Epigenetic mechanisms for nutrition determinants of later health outcomes

Abstract

Epigenetic marking on genes can determine whether or not genes are expressed. Epigenetic regulation is mediated by the addition of methyl groups to DNA cytosine bases, of methyl and acetyl groups to proteins (histones) around which DNA is wrapped, and by small interfering RNA molecules. Some components of epigenetic regulation have evolved to permit control of whether maternal or paternal genes are expressed. The epigenetic imprinting of IGF2 expression is an example of maternal and paternal epigenetic marking that modulates fetal growth and fetal size. However, epigenetic regulation also permits the fetus and the infant to adapt gene expression to the environment in which it is growing; sometimes when this adjustment goes awry, the risk of chronic disease is increased. Recent progress in the understanding of nutritional influences on epigenetics suggests that nutrients that are part of methyl-group metabolism can significantly influence epigenetics.
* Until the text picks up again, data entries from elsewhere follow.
import { useParams } from 'react-router-dom';
import { MaterialEditorPage } from '@/features/materials';
import { useMe } from '@/lib/auth';
import { can } from '@/lib/authorization';
import NotFoundRoute from './not-found';
import { parseIdParam } from './parse-id-param';

export default function MaterialRoute() {
  const me = useMe();
  const id = parseIdParam(useParams().materialId);
  if (id === null) return <NotFoundRoute />;
  return <MaterialEditorPage key={id} materialId={id} canEdit={can(me.data?.role, 'write:master-data')} />;
}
During critical periods in development, dietary methyl-group intake (choline, methionine, and folate) can alter DNA and histone methylation, which results in lifelong changes in gene expression. In rodent models, pregnant dams that were fed diets high in methionine, folic acid, and choline produced offspring with different coat colors or with kinked tails. A number of syndromes in humans can be caused by defective epigenetic regulation, including Rett syndrome. There are interesting examples of the effects of nutrition in early life that result in altered health in adults, and some of these could be the result of altered epigenetic regulation of gene expression.

FIGURE 1

Epigenetic marks alter gene expression. Normally, transcription factors bind to promoter regions of DNA and induce gene expression producing mRNA. However, when specific CpG islands in the promoter are methylated, capping proteins that prevent access of the transcription factor to DNA are attracted, and gene expression is suppressed. mRNA, messenger RNA; TF, transcription factor.

FIGURE 2

Choline-methionine-folate interactions. These 3 nutrients are metabolically interrelated. Methyl-THF, 5-methyl tetrahydrofolate; SAM, S-adenosylmethionine; SAH, S-adenosylhomocysteine; PEMT, phosphatidylethanolamine-N-methyltransferase.